Stored items
· · · ·
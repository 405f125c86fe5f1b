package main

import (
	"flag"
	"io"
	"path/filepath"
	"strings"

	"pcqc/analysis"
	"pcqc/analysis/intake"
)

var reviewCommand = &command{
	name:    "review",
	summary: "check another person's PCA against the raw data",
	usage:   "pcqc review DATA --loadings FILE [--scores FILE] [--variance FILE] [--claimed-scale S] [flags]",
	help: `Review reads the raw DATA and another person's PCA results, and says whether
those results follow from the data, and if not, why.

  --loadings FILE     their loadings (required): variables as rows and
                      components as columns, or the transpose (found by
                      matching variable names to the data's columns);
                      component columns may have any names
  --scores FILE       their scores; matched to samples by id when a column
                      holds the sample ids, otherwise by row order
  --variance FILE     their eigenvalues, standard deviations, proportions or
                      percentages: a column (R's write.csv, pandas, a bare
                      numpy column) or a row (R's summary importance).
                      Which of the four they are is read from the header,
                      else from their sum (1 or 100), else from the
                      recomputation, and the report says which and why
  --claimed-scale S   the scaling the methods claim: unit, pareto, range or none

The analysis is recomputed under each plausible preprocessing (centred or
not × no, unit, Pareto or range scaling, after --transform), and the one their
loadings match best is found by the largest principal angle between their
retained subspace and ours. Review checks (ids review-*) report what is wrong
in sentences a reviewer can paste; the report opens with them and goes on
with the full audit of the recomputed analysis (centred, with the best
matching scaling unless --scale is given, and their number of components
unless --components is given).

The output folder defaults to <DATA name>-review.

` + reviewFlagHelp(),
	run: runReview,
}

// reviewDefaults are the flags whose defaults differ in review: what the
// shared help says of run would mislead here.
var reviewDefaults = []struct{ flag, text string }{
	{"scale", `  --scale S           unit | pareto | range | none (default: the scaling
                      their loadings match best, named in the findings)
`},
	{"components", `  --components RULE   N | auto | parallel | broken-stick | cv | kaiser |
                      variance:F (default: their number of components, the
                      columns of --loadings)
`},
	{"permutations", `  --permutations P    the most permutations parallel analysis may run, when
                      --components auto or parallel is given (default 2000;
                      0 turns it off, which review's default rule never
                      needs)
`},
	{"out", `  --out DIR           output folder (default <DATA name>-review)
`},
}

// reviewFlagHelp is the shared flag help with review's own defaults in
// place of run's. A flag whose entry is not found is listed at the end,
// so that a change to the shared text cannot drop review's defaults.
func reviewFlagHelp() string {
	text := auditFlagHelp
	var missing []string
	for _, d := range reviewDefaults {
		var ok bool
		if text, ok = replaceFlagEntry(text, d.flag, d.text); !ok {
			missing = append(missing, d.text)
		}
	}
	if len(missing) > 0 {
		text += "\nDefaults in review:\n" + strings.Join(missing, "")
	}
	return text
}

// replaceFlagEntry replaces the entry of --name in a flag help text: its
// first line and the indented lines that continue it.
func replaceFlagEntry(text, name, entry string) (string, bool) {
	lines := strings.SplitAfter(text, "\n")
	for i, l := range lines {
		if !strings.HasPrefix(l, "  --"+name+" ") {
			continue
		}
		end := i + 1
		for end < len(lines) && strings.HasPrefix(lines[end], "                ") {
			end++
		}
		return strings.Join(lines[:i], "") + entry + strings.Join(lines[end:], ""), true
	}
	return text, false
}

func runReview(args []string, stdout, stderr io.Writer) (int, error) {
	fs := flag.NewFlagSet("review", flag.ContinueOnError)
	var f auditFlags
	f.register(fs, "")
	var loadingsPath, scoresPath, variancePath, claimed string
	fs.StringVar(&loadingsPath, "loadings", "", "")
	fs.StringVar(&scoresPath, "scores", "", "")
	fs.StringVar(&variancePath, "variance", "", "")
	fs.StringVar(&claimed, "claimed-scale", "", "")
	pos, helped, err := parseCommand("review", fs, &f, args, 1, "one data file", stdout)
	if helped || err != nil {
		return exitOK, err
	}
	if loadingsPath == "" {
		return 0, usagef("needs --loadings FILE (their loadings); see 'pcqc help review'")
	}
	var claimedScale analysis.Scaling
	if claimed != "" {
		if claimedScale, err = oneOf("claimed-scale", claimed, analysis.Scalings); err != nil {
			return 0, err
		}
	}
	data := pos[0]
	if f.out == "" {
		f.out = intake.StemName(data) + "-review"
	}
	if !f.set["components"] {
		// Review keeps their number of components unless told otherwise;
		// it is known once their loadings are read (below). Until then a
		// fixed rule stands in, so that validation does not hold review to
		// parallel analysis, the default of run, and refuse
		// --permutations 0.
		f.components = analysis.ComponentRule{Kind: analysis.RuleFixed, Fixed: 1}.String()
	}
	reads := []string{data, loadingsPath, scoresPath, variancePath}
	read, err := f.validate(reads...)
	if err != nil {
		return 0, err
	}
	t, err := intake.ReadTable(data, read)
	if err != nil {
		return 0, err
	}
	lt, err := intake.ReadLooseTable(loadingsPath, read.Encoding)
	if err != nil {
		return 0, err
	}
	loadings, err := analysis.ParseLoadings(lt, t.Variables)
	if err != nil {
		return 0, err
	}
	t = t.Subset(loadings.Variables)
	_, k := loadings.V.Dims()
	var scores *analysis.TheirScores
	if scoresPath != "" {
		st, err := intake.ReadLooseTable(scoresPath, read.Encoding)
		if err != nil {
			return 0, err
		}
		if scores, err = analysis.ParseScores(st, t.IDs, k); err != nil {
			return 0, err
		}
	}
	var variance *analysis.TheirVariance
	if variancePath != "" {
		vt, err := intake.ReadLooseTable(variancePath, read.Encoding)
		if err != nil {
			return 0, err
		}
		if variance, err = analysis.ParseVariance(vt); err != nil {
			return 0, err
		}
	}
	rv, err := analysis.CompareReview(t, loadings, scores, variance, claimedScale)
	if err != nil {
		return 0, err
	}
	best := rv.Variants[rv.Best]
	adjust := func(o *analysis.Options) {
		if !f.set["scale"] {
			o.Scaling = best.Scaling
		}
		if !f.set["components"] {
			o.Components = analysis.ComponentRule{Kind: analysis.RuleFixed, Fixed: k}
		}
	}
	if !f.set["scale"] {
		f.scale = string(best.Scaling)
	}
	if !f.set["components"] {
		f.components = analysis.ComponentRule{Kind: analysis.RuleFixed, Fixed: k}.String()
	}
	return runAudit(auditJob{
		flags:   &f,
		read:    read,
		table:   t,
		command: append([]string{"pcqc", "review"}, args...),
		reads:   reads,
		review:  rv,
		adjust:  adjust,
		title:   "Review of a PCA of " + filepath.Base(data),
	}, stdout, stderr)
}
· · · ·
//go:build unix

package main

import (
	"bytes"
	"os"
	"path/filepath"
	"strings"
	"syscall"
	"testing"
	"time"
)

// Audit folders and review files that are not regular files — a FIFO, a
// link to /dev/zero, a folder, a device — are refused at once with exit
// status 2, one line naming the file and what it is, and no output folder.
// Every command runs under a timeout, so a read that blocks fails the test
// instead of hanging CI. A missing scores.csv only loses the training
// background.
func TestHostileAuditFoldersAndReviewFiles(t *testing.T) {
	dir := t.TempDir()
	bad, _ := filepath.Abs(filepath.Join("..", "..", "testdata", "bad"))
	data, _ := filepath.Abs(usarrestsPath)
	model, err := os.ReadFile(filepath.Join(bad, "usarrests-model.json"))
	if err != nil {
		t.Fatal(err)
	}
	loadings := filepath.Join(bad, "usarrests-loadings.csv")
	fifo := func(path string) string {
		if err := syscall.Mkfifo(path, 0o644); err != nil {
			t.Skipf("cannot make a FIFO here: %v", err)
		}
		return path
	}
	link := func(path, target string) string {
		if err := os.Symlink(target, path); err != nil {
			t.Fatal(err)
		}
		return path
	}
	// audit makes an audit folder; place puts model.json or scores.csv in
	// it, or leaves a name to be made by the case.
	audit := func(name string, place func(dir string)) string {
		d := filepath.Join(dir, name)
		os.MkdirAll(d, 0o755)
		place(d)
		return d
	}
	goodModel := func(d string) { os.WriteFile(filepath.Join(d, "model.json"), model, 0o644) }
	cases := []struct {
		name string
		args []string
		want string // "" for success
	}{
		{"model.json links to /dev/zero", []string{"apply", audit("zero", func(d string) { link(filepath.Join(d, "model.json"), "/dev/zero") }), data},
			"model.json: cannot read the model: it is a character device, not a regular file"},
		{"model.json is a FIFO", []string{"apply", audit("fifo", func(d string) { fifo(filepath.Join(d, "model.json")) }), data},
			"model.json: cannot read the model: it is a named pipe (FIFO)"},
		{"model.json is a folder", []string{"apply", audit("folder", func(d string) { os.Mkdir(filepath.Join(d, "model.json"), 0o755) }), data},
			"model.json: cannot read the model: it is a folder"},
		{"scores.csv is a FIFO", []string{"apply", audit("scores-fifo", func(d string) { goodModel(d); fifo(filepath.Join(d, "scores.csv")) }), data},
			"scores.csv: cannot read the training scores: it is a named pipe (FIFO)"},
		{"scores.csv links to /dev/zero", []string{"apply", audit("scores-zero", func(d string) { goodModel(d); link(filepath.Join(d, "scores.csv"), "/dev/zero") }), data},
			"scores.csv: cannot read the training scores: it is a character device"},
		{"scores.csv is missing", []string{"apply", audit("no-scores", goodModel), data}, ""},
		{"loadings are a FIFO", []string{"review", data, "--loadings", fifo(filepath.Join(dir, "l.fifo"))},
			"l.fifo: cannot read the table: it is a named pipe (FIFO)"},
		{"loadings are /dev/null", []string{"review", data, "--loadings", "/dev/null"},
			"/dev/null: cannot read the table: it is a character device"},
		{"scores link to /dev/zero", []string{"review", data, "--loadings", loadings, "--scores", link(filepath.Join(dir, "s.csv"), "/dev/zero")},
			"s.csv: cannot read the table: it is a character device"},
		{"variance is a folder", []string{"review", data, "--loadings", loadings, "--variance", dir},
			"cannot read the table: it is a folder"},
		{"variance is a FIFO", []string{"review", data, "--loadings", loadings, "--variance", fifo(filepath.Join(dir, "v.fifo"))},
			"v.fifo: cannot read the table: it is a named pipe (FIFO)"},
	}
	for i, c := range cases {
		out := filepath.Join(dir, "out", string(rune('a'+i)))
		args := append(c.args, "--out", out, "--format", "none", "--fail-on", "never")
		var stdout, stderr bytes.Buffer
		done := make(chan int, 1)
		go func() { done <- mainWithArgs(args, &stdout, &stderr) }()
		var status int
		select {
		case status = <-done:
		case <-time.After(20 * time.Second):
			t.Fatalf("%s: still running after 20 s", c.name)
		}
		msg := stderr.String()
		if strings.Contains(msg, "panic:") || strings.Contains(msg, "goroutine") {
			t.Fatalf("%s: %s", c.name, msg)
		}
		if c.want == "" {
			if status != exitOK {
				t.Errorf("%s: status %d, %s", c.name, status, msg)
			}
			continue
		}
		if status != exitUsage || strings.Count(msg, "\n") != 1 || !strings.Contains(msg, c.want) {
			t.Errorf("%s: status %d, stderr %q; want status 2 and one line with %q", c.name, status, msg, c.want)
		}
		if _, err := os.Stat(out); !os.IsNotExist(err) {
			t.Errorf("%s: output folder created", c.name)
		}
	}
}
· · · ·
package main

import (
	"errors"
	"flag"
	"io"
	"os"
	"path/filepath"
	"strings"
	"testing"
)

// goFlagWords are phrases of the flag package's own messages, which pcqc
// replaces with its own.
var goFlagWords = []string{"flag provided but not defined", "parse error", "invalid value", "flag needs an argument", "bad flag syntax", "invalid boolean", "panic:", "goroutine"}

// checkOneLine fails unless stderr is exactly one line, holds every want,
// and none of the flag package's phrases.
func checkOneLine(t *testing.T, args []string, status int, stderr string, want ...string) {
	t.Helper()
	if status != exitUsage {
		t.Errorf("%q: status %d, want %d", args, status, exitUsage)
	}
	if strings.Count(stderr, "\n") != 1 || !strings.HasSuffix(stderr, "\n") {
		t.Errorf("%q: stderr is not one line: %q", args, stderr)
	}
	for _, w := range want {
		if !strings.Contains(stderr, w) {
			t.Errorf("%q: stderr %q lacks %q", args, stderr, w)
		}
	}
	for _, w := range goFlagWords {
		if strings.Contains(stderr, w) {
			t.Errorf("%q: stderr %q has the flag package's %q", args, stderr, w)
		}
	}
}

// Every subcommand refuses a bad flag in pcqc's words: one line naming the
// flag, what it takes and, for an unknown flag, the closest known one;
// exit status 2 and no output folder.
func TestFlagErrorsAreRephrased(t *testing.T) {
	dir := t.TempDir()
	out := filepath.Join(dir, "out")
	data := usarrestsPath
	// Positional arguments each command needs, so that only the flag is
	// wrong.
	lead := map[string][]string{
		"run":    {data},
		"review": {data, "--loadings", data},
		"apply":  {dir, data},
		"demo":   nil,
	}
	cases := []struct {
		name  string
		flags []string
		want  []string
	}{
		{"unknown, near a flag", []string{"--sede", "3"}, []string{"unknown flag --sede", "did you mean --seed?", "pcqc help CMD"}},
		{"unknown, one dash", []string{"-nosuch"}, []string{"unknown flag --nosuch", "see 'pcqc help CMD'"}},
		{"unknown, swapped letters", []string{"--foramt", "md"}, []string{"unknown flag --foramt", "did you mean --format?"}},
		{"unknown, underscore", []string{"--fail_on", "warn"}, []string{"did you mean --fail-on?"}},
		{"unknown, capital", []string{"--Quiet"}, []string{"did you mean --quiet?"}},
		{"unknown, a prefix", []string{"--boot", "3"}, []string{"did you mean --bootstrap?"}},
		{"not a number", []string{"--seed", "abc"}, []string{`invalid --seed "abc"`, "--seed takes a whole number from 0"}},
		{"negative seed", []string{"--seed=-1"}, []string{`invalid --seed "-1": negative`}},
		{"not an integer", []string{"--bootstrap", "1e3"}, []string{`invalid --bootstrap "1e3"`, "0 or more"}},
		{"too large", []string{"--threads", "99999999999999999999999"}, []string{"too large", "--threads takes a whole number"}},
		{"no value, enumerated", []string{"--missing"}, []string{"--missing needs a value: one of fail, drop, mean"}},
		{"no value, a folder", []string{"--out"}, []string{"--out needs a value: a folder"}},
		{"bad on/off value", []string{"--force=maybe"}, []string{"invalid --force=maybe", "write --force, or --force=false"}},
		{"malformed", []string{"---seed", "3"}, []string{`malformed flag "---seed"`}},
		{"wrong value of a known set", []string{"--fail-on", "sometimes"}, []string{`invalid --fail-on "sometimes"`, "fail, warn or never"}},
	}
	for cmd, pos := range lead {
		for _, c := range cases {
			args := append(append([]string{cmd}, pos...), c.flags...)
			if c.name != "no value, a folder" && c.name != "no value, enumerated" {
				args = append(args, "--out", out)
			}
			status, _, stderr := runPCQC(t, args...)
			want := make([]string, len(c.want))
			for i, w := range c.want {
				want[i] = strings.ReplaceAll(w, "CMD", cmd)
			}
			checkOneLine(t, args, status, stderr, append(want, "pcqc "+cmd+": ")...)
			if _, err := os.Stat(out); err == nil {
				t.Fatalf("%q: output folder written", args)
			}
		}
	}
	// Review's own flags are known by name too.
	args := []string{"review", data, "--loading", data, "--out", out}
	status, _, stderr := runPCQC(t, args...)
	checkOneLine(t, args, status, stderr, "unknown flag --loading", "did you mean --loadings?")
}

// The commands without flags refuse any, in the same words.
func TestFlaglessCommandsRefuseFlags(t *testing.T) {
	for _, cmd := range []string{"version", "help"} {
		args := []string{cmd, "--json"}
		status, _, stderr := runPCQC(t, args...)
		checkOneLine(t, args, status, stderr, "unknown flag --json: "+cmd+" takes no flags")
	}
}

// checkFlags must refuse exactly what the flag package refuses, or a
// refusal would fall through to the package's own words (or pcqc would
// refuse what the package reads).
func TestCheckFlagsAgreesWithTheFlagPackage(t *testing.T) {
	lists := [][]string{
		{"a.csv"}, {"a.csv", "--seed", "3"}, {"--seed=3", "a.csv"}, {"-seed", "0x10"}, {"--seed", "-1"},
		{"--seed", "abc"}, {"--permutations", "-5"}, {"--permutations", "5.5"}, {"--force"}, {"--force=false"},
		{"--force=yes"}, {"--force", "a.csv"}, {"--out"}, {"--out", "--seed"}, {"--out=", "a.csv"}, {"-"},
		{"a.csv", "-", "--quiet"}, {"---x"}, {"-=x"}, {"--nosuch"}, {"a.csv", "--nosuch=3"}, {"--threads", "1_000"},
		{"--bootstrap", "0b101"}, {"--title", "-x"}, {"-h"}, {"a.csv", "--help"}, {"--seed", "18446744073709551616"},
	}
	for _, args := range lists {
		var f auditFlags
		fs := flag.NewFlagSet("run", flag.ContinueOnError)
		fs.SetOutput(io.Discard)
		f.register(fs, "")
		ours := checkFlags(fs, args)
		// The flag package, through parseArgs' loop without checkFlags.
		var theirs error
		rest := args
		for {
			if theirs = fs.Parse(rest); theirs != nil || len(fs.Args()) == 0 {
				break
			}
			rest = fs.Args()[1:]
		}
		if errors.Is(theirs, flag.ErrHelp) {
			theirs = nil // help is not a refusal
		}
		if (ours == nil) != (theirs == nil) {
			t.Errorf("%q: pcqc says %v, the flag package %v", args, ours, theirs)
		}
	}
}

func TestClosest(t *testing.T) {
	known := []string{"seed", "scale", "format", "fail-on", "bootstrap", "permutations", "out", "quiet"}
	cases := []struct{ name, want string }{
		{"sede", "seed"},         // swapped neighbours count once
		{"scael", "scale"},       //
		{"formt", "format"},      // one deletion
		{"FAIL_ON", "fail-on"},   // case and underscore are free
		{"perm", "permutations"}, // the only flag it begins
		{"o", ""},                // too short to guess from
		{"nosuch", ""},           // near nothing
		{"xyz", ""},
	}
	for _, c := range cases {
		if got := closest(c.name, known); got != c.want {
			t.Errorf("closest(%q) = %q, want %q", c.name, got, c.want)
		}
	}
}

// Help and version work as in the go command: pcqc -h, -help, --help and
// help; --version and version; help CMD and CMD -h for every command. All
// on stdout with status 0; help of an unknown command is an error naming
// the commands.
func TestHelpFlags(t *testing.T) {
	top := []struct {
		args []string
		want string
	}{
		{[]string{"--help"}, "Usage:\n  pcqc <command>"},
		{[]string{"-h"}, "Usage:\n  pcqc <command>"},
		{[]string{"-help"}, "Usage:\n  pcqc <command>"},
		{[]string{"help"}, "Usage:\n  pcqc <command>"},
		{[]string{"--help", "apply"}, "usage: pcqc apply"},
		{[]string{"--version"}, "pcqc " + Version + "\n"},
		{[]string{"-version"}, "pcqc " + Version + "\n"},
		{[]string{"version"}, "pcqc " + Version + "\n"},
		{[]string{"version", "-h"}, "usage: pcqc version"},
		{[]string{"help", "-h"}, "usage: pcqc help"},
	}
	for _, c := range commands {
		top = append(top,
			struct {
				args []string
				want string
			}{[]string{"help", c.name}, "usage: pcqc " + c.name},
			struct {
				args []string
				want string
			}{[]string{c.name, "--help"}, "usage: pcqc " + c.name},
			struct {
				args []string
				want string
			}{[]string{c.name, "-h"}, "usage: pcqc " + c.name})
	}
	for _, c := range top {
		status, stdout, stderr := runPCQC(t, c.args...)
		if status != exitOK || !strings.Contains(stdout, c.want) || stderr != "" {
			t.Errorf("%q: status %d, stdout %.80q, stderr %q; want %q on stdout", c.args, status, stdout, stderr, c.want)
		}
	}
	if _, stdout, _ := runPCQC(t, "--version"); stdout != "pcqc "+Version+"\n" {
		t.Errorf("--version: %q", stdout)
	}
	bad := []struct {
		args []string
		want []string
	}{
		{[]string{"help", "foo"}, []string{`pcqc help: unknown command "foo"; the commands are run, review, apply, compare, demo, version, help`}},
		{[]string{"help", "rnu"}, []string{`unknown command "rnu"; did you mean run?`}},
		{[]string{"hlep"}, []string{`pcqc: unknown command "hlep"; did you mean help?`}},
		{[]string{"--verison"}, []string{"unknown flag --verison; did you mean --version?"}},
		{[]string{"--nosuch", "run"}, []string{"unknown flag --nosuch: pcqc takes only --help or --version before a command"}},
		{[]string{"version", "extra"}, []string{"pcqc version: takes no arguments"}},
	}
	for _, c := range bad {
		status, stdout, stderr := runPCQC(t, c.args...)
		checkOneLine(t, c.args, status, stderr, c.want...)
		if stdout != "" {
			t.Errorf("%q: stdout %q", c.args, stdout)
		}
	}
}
· · · ·
■ **TASK DIRECTIONS**: Could you reproduce exactly the lines of the entries above, from the one with "model: it is a named" through the one with "scores: it is a character", and nothing else?

■ **REPLY TO THE TASK**:
			"model.json: cannot read the model: it is a named pipe (FIFO)"},
		{"model.json is a folder", []string{"apply", audit("folder", func(d string) { os.Mkdir(filepath.Join(d, "model.json"), 0o755) }), data},
			"model.json: cannot read the model: it is a folder"},
		{"scores.csv is a FIFO", []string{"apply", audit("scores-fifo", func(d string) { goodModel(d); fifo(filepath.Join(d, "scores.csv")) }), data},
			"scores.csv: cannot read the training scores: it is a named pipe (FIFO)"},
		{"scores.csv links to /dev/zero", []string{"apply", audit("scores-zero", func(d string) { goodModel(d); link(filepath.Join(d, "scores.csv"), "/dev/zero") }), data},
			"scores.csv: cannot read the training scores: it is a character device"},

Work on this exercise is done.